• **Task objective**: Transcribe every record in full, keeping it exactly the same.

*** Supplied material Section Begins ***

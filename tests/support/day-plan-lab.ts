// Generated labs for the day plan: vessels in every state and queues of duplicate samples, from a seeded generator.
import type { AssessOn, PlanRun, PlanVessel } from '../../shared/domain/day-plan'

export { seeded } from './seeded'

export const DAY = new Date('2026-12-03T08:00:00Z')

export function vessel(over: Partial<PlanVessel> & { id: string }): PlanVessel {
  return {
    name: over.id, blocksAllFirings: false, blocksSampleRuns: false, stateReason: 'in service', firingsUntilService: 400,
    firingsUntilRequalification: 4000, serviceDueAt: new Date('2027-03-01T00:00:00Z'), firstNeeds: null, ...over,
  }
}

export function runsFor(samples: number, determinations = 2, kindOf: (i: number) => PlanRun['kind'] = () => 'sample'): PlanRun[] {
  return Array.from({ length: samples }, (_, i) => Array.from({ length: determinations }, (_, d) => ({
    id: `s${i}-d${d}`, sampleId: `s${i}`, label: `KR-2026-${String(i).padStart(5, '0')}/${d + 1}`, kind: kindOf(i), priority: i * 1000,
  }))).flat()
}

/** A random lab: a mix of usable, nearly-due, awaiting-verification and blocked vessels; some samples too energetic for some vessels. */
export function randomLab(rand: () => number, vesselCount: number, sampleCount: number) {
  const vessels = Array.from({ length: vesselCount }, (_, i) => {
    const r = rand()
    const id = `V${String(i).padStart(2, '0')}`
    if (r < 0.1) return vessel({ id, blocksAllFirings: true, blocksSampleRuns: true, stateReason: 'locked out', firingsUntilService: 0 })
    if (r < 0.2) return vessel({ id, blocksSampleRuns: true, stateReason: 'awaiting check run', firstNeeds: { kind: 'check', firings: 1, reason: 'serviced' } })
    if (r < 0.4) return vessel({ id, firingsUntilService: 1 + Math.floor(rand() * 6) })
    if (r < 0.5) return vessel({ id, firstNeeds: { kind: 'check', firings: 1, reason: 'energy equivalent older than 30 days' } })
    return vessel({ id, firingsUntilService: 20 + Math.floor(rand() * 400) })
  })
  const runs = runsFor(sampleCount, 2)
  // Blocked pairs: about one in six (sample, vessel) combinations — as a charge too large for a small vessel would be.
  const blocked = new Set<string>()
  for (let s = 0; s < sampleCount; s++) for (const v of vessels) if (rand() < 1 / 6) blocked.add(`s${s}|${v.id}`)
  const assessOn: AssessOn = (run, v) => (blocked.has(`${run.sampleId}|${v.id}`) ? { verdict: 'blocked', reason: 'energy over rating' } : { verdict: (run.priority / 1000) % 7 === 3 ? 'needs-approval' : 'clear' })
  return { vessels, runs, assessOn }
}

*** Supplied material Section Ends ***

• **Response area**:
filename tests/support/day-plan-lab.ts
// Generated labs for the day plan: vessels in every state and queues of duplicate samples, from a seeded generator.
import type { AssessOn, PlanRun, PlanVessel } from '../../shared/domain/day-plan'

export { seeded } from './seeded'

export const DAY = new Date('2026-12-03T08:00:00Z')

export function vessel(over: Partial<PlanVessel> & { id: string }): PlanVessel {
  return {
    name: over.id, blocksAllFirings: false, blocksSampleRuns: false, stateReason: 'in service', firingsUntilService: 400,
    firingsUntilRequalification: 4000, serviceDueAt: new Date('2027-03-01T00:00:00Z'), firstNeeds: null, ...over,
  }
}

export function runsFor(samples: number, determinations = 2, kindOf: (i: number) => PlanRun['kind'] = () => 'sample'): PlanRun[] {
  return Array.from({ length: samples }, (_, i) => Array.from({ length: determinations }, (_, d) => ({
    id: `s${i}-d${d}`, sampleId: `s${i}`, label: `KR-2026-${String(i).padStart(5, '0')}/${d + 1}`, kind: kindOf(i), priority: i * 1000,
  }))).flat()
}

/** A random lab: a mix of usable, nearly-due, awaiting-verification and blocked vessels; some samples too energetic for some vessels. */
export function randomLab(rand: () => number, vesselCount: number, sampleCount: number) {
  const vessels = Array.from({ length: vesselCount }, (_, i) => {
    const r = rand()
    const id = `V${String(i).padStart(2, '0')}`
    if (r < 0.1) return vessel({ id, blocksAllFirings: true, blocksSampleRuns: true, stateReason: 'locked out', firingsUntilService: 0 })
    if (r < 0.2) return vessel({ id, blocksSampleRuns: true, stateReason: 'awaiting check run', firstNeeds: { kind: 'check', firings: 1, reason: 'serviced' } })
    if (r < 0.4) return vessel({ id, firingsUntilService: 1 + Math.floor(rand() * 6) })
    if (r < 0.5) return vessel({ id, firstNeeds: { kind: 'check', firings: 1, reason: 'energy equivalent older than 30 days' } })
    return vessel({ id, firingsUntilService: 20 + Math.floor(rand() * 400) })
  })
  const runs = runsFor(sampleCount, 2)
  // Blocked pairs: about one in six (sample, vessel) combinations — as a charge too large for a small vessel would be.
  const blocked = new Set<string>()
  for (let s = 0; s < sampleCount; s++) for (const v of vessels) if (rand() < 1 / 6) blocked.add(`s${s}|${v.id}`)
  const assessOn: AssessOn = (run, v) => (blocked.has(`${run.sampleId}|${v.id}`) ? { verdict: 'blocked', reason: 'energy over rating' } : { verdict: (run.priority / 1000) % 7 === 3 ? 'needs-approval' : 'clear' })
  return { vessels, runs, assessOn }
}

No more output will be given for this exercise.